You’re right, labels don’t get close to the truth, which is what I’ve been trying to say all along. The truth is a jumble of categories, degrees, and circumstances.
I do actually believe my Ps lack conscience. The just don’t lack it all the time. And they don’t connect the dots from one state to the other, which to me is even more creepy.
I wonder why that’s so hard to understand, or seems to mean I’m excusing or minimizing the behaviors of psychopaths or how confusing they are.
Because I’ve said over and over, it makes them less easy to deal with, not more.
I actually was arguing there was a continuum, before, repeatedly — and most people here disagreed with me then. Because my sister isn’t capable of doing these things you describe.
Now I argue there is NO continuum. No difference of degree. A person is either paying attention to an emotion or not. My sister is capable of doing other things than what you describe, but still to an extreme degree. There is no moderate level of that.
And yet I hear the same objection: I’m excusing Ps again.
I think the bottom line is, we’re looking for validation here, not full understanding of what happened. We want someone to say, yes, that P you describe was really horrible. He had no conscience. At all. You were right in leaving him. You noticed something real. And so did I.
The agenda is the mystery part, still. Where does that come from?
I argued that it is the same thing Newman describes about hanging onto emotions, not being able to switch and/or multitask. Ps find an agenda and hang on. The first agendas that occur to all people are the narcissistic ones. We just get a better idea, eventually.
I think Newman’s research should be added to the diagnostic criteria, to better smoke out Ps before they do some damage. And then maybe people like me wouldn’t be out there wondering, “Is she really a P?” before she strikes again. If we notice that emotional ADD, it’s time to take cover!

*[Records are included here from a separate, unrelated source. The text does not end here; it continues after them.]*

import { getRevisionForRun } from "@/db/queries/fits";
import { fitFinishedMessage } from "@/lib/email";
import { sendMail } from "@/lib/email/send";
import { revisionSnapshotSchema } from "@/lib/server/fits/snapshot";

/** A revision as the worker loads it (with its fit, workspace slug and launcher). */
export type LoadedRevision = NonNullable<Awaited<ReturnType<typeof getRevisionForRun>>>;

/** How a revision ended, as its e-mail tells it. */
export type EndedOutcome = { status: "succeeded" | "cancelled" | "failed"; rms?: number; reason?: string };

/**
 * Tells the launcher how the revision ended when its options ask for it (`notifyByEmail`). A mail that
 * cannot be sent is logged, never fails the job.
 */
export async function notifyLauncher(loaded: LoadedRevision, appUrl: string, outcome: EndedOutcome): Promise<void> {
  const notify = revisionSnapshotSchema.safeParse(loaded.revision.inputs).data?.options.notifyByEmail;
  if (!notify || !loaded.launcherEmail) return;
  const { fit, revision, workspaceSlug } = loaded;
  await sendMail(
    fitFinishedMessage({
      to: loaded.launcherEmail,
      fitName: fit.name,
      revision: revision.number,
      ...outcome,
      revisionUrl: `${appUrl}/w/${encodeURIComponent(workspaceSlug)}/fits/${fit.id}/revisions/${revision.number}`,
    }),
  ).catch((error: unknown) => console.error(`fit ${revision.id}: finish e-mail failed:`, error));
}

/** {@link notifyLauncher} for a revision known by id only (the sweeper's and the dead-letter path). */
export async function notifyRevisionEnded(revisionId: string, appUrl: string, outcome: EndedOutcome): Promise<void> {
  const loaded = await getRevisionForRun(revisionId);
  if (loaded) await notifyLauncher(loaded, appUrl, outcome);
}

Sister, I think describing them in some ways is like describing the “color green” (or red or blue) we can give the scientific wave lengths that make the color send a signal to the brain that we interpret as “blue”—and even designate the chemical reaction in the brain, but is that really a DESCRIPTION of “blue”? How many blues are there? LOL
I think it is the same as describing the psychopaths, there is a similarity between them, and yet there are so many different SHADES of them. Plus, they FAKE a lot of “emotions” and really don’t “feel” them (we think!) but how can we be sure?
Actually, at this point in research there isn’t quite enough objective data to totally say for sure “this is that, and that is this” so a lot of what we think is pure conjecture, observation, and opinion—I would love to be around in 100 years when this thing is better understood.
The TAKE HOME LESSON is that we cannot “deal with” these people and must for self protection get away from them. So, ultimately what we call them isn’t as important as being able to recognize the signs that they are TOXIC–manipulative behavior, pathological liar, lack of apparent care for the damage they do, apparent glee at causing damage, high in anger, low in impulse control, violence toward others, emotional violence toward others, lack of responsiblity, and so on. Those things we can recognize in some degree in a psychopath or other toxic personality.